Please reproduce the data below exactly, from the first line through the line containing "Series Analysis, 1970).", and leave every later line out.

Collected data entries:
__________

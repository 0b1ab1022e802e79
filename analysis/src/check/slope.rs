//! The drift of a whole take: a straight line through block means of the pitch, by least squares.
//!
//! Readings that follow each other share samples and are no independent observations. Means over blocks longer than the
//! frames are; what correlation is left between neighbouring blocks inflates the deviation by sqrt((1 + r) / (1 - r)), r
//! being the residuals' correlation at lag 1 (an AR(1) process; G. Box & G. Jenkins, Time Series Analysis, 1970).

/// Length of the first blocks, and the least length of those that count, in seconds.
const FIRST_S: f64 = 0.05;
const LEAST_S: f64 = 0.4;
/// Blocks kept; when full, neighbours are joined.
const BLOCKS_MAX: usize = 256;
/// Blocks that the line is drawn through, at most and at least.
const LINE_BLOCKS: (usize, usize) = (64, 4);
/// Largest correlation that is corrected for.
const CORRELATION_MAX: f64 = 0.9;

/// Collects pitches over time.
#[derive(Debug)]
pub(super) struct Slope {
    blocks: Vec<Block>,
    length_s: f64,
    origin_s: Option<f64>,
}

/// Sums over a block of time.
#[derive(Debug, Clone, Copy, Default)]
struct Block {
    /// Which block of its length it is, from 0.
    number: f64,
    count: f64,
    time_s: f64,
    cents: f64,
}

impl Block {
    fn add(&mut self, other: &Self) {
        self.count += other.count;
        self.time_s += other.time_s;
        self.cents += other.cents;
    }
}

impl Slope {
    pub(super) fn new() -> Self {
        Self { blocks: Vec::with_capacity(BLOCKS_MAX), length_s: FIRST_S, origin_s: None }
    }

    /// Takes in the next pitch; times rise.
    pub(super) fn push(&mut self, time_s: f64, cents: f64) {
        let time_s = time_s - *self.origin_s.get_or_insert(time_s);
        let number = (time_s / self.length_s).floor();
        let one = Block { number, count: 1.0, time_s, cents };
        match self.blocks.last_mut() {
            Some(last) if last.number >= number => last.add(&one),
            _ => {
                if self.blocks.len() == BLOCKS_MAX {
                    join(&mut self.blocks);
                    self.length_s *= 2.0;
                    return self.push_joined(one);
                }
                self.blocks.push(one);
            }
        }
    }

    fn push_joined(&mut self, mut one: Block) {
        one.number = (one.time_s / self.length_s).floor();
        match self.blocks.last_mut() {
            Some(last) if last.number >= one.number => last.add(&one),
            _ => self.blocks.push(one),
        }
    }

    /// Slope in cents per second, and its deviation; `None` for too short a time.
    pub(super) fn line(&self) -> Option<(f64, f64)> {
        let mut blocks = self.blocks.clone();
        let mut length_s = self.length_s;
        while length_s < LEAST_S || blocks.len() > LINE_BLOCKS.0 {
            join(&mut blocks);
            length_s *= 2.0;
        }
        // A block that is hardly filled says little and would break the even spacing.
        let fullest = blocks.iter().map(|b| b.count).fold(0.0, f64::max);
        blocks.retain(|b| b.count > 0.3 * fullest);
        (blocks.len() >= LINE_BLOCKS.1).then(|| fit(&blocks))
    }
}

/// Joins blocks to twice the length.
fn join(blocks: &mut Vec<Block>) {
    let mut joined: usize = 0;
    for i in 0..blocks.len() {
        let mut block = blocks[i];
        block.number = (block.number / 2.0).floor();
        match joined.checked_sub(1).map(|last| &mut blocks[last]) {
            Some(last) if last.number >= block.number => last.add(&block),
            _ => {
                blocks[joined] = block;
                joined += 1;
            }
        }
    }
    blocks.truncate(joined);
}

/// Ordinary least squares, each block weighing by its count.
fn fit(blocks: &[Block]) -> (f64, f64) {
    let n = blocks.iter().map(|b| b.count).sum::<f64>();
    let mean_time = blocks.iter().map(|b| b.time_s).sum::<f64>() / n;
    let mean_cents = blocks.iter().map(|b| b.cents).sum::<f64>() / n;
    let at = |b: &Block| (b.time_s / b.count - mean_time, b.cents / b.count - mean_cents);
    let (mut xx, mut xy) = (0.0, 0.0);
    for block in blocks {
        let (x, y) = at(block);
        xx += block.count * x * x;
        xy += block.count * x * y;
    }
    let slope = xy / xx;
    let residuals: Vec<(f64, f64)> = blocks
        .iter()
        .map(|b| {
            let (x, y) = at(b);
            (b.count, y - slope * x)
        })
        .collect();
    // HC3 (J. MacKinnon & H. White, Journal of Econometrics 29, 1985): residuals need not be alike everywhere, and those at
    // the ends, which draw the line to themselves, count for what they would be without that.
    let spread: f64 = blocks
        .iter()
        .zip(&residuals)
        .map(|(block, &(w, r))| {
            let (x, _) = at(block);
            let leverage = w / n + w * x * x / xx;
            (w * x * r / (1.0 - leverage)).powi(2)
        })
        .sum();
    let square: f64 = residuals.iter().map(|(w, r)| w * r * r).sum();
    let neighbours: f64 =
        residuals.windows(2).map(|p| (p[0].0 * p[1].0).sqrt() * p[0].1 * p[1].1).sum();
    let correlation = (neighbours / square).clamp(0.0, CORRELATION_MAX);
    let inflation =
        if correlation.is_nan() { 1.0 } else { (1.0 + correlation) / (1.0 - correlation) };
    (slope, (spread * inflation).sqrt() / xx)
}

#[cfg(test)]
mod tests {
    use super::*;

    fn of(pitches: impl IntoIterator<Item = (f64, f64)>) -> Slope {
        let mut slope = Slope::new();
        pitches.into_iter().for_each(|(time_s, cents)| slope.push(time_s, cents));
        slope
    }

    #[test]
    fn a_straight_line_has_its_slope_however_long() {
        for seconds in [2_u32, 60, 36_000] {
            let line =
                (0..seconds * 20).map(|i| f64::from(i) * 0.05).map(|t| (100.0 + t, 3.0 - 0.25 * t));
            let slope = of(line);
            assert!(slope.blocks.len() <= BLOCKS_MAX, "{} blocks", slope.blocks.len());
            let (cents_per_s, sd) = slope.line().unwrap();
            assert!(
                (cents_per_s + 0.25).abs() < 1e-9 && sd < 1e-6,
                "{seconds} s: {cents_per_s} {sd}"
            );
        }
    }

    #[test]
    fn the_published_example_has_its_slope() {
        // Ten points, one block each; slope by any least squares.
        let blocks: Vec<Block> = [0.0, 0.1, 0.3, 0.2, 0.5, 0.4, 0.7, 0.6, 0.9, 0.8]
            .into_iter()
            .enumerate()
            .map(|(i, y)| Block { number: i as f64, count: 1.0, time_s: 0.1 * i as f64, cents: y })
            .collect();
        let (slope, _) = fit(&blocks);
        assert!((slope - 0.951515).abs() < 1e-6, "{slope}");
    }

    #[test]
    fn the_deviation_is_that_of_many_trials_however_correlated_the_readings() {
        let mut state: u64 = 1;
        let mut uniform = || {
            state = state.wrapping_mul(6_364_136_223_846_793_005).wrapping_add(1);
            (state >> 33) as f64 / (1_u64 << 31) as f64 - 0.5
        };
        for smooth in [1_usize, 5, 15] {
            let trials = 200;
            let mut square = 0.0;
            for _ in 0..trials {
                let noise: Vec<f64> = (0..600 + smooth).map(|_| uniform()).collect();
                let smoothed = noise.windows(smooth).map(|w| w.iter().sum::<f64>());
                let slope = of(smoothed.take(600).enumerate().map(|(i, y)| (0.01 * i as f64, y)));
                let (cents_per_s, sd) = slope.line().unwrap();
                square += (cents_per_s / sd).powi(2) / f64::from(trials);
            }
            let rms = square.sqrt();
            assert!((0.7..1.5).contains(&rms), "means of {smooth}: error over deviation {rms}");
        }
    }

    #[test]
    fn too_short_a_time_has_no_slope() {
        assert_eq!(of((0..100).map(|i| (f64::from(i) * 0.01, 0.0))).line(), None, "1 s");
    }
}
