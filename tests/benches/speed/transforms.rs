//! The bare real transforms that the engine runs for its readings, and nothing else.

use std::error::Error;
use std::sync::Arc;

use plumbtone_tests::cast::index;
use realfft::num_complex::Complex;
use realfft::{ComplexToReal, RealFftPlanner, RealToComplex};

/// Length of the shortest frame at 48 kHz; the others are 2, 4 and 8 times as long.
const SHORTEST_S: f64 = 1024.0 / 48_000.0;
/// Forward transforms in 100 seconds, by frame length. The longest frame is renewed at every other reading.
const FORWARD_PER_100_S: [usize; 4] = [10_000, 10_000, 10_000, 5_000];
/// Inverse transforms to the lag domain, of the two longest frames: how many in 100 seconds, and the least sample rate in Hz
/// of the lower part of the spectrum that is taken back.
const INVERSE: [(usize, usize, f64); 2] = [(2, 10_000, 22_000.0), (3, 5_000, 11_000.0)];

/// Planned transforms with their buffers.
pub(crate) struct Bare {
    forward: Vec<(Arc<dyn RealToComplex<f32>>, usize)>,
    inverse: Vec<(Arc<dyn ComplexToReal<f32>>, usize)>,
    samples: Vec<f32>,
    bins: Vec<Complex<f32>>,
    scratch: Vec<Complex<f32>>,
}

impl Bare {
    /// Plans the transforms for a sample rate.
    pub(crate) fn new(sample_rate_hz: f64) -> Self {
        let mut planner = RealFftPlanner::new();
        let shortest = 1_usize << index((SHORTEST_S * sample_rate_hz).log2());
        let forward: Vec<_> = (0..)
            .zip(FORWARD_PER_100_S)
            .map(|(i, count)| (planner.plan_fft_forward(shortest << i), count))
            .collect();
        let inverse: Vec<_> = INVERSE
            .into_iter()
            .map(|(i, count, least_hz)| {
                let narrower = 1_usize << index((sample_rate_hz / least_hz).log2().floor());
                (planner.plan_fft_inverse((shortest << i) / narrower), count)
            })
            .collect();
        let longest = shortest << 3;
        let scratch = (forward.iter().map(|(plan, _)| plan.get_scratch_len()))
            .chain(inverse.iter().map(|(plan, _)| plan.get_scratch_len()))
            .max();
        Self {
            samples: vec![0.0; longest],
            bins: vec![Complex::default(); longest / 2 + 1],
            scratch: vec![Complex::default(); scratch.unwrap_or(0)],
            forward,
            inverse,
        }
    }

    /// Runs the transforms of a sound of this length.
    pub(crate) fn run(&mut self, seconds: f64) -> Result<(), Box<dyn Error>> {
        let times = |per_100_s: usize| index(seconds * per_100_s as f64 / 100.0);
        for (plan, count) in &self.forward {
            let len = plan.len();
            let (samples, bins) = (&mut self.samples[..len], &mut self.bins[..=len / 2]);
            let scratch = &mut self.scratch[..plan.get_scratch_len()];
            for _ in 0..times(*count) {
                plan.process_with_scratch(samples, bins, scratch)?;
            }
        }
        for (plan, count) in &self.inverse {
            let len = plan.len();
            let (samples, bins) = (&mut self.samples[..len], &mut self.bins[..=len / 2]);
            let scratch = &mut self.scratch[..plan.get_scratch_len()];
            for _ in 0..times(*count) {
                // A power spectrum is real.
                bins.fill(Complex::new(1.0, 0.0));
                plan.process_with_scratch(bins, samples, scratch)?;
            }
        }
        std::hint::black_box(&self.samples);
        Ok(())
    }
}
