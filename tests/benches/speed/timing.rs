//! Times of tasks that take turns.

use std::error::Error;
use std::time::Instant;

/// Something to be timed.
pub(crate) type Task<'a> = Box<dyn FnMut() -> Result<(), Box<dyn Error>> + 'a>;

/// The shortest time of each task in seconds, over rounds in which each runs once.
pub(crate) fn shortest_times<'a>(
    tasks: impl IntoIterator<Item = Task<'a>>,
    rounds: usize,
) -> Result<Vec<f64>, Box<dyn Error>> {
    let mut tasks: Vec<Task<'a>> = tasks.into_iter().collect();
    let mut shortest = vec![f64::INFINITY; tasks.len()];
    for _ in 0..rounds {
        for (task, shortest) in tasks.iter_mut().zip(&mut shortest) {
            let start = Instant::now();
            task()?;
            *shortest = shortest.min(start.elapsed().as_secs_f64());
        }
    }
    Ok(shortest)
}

__________

*Exercise response:*
repository 0b1ab1022e802e79
filename analysis/src/check/slope.rs
//! The drift of a whole take: a straight line through block means of the pitch, by least squares.
//!
//! Readings that follow each other share samples and are no independent observations. Means over blocks longer than the
//! frames are; what correlation is left between neighbouring blocks inflates the deviation by sqrt((1 + r) / (1 - r)), r
//! being the residuals' correlation at lag 1 (an AR(1) process; G. Box & G. Jenkins, Time Series Analysis, 1970).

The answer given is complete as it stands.